Candida and psoriasis

Many researchers now believe that there may be a link between Candida and psoriatic flare-ups. Psoriasis is categorically an inflammatory condition, and individuals suffering from Candida frequently experience increased incidence of conditions arising from increased inflammation in the body. Some psoriasis researchers believe that intestinal permeability or leaky gut may be the root cause of some psoriasis flare-ups.

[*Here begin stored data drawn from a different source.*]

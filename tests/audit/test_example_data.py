"""The made-up town, levelling net, ledger and clocks give the figures that their README states."""

from pathlib import Path

import pytest

from dec.audit.questions import balance, loops
from dec.files import read

DATA = Path(__file__).parents[2] / "examples" / "data"


@pytest.fixture(scope="module")
def town():
    net = read(DATA / "town" / "pipes.csv", DATA / "town" / "nodes.csv")
    return balance(net, "flow", sd="sd", open="open", supply="demand", unit="L/s")


def names(suspect) -> set[str]:
    return {name for _, name in suspect.inseparable_from}


def test_the_reversed_meter_of_the_town_is_first_and_hinted_at(town):
    assert town.counts == {"vertices": 40, "edges": 61, "components": 1, "loops": 22, "measured": 54}
    assert (town.holds, town.dof) == (False, 31)
    assert town.chi_square == pytest.approx(33758, abs=0.5)
    assert town.limit == pytest.approx(44.99, abs=0.005)
    first, second = town.suspects[0], next(s for s in town.suspects[1:] if s.kind == "edge")
    assert first.id == "P21"
    assert first.statistic == pytest.approx(183.7, abs=0.05)
    assert second.statistic == pytest.approx(72.2, abs=0.05)
    assert first.estimate == pytest.approx(14.34, abs=0.5)
    assert "opposite sign" in first.hint
    assert first.outcomes["turned"]["holds"]
    assert [entry["id"] for entry in town.extra["errors"]["found"]] == ["P21"]


def test_what_the_town_can_and_cannot_check(town):
    standing = town.edges.set_index("id")["standing"]
    for word, expected in (
        ("inferred", {"P03", "P15", "P19", "P53"}),
        ("unknown", {"P43", "P45", "P47"}),
        ("unchecked", {"P17"}),
    ):
        assert set(standing[standing == word].index) == expected
    twins = {s.id: names(s) for s in town.suspects}
    for one, other in (("P22", "P23"), ("P23", "P22")):
        if one in twins:
            assert other in twins[one]
    assert {"P22", "P23"} & set(twins)
    table = town.edges
    assert table["redundancy"].sum() == pytest.approx(31, abs=1e-10)


def test_the_town_with_the_meter_turned_holds():
    pipes = (DATA / "town" / "pipes.csv").read_text()
    assert "-14.34" in pipes
    net = read(DATA / "town" / "pipes.csv", DATA / "town" / "nodes.csv")
    column = net.column("flow", 1)
    cells = column.cells.copy()
    cells[cells == "-14.34"] = "14.34"
    turned = type(net)(net.complex, {0: net.columns[0], 1: {**net.columns[1], "flow": type(column)("flow", cells)}})
    audit = balance(turned, "flow", sd="sd", open="open", supply="demand")
    assert audit.holds is True
    assert audit.chi_square == pytest.approx(29.48, abs=0.005)
    assert audit.edges["statistic"].max() == pytest.approx(2.45, abs=0.005)
    assert audit.suspects == ()


def test_the_blunder_in_the_levelling_net_is_first():
    net = read(DATA / "levelling" / "lines.csv", DATA / "levelling" / "marks.csv")
    audit = loops(net, "dh", sd="sd", fixed="height")
    assert (audit.holds, audit.dof) == (False, 8)
    assert audit.chi_square == pytest.approx(461.9, abs=0.05)
    assert audit.limit == pytest.approx(15.51, abs=0.005)
    assert audit.suspects[0].id == "L07"
    assert audit.suspects[0].statistic == pytest.approx(21.4, abs=0.05)
    assert audit.suspects[1].statistic == pytest.approx(8.9, abs=0.05)
    assert audit.suspects[0].estimate == pytest.approx(-2.1262, abs=0.005)
    standing = audit.edges.set_index("id")["standing"]
    assert standing[standing == "unchecked"].index.tolist() == ["L16"]
    potential = audit.vertices.set_index("id")["potential"]
    assert (potential["BM1"], potential["BM2"]) == (214.837, 231.492)


def test_the_levelling_net_without_the_blunder_holds_and_names_its_inseparable_lines():
    net = read(DATA / "levelling" / "lines_clean.csv", DATA / "levelling" / "marks.csv")
    audit = loops(net, "dh", sd="sd", fixed="height")
    assert audit.holds is True
    assert audit.chi_square == pytest.approx(3.53, abs=0.005)
    column = net.column("dh", 1)
    for spoilt, partner in (("L10", {"L11"}), ("L11", {"L10"}), ("L12", {"L13"}), ("L13", {"L12"}), ("L03", set())):
        cells = column.cells.copy()
        at = net.complex.edge_ids.tolist().index(spoilt)
        cells[at] = str(float(cells[at]) + 1)
        wrong = type(net)(net.complex, {0: net.columns[0], 1: {**net.columns[1], "dh": type(column)("dh", cells)}})
        alike = [{s.id} | names(s) for s in loops(wrong, "dh", sd="sd", fixed="height").suspects]
        assert [group for group in alike if spoilt in group] == [{spoilt} | partner]


def test_the_ledger_balances_to_the_cent_though_floats_do_not():
    net = read(DATA / "ledger" / "intercompany.csv", DATA / "ledger" / "companies.csv")
    audit = balance(net, "amount", supply="net")
    assert (audit.holds, audit.dof) == (True, 5)
    assert audit.vertices["residual"].tolist() == [0.0] * 6
    left = dict.fromkeys(net.complex.vertex_ids, 0.0)
    for tail, head, amount in zip(net.complex.tail, net.complex.head, net.column("amount", 1).numbers(), strict=True):
        left[net.complex.vertex_ids[head]] += amount
        left[net.complex.vertex_ids[tail]] -= amount
    for name, put_in in zip(net.complex.vertex_ids, net.column("net", 0).numbers(), strict=True):
        left[name] += put_in
    assert 1e-11 < abs(left["Birch Freight"]) < 1e-10


def test_the_clocks_close():
    audit = loops(read(DATA / "clocks.csv"), "offset_ns", sd="sd_ns", unit="ns")
    assert (audit.holds, audit.dof) == (True, 4)
    assert audit.chi_square == pytest.approx(0.80, abs=0.005)
    assert audit.limit == pytest.approx(9.49, abs=0.005)
    assert audit.asked["unit"] == "ns"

The release of toxins into the circulatory system from poorly functioning intestines may put undue stress upon the liver. The liver, which is the main filter of toxins in the body, can become overwhelmed and unable to properly perform the fundamental functions the body requires of it for maximum health. Organs like the skin and lungs often "take over" the job of filtering excess toxins the liver is unable to process. Some believe that toxins deposited on the surface of the skin during this process may contribute to psoriatic discomfort.

Treatment for Candida

Once you have determined that you have Candida, treatment may come in a variety of forms. Since Candida is a yeast, one way to combat the problem is to deprive the yeast of food, or literally "starve it out." During this course of treatment, individuals are often encouraged to partake in a detoxification program followed by a strict dietary regimen for a few days. The diet typically suggested consists mainly of vegetables, meat and poultry, yogurt, eggs, nuts and seeds. Some practitioners also suggest eating a lot of garlic during this time. Foods high in sugars, which include alcohol and fruit, as well as all foods containing yeast, such as bread, should be avoided during this time. Many individuals report significant improvement within a week of starting this regimen. Once the Candida levels are in check, inflammation may subside, paving the way for marked improvement in other areas of health, including psoriasis. We always encourage consulting a physician before starting any treatment or diet regime.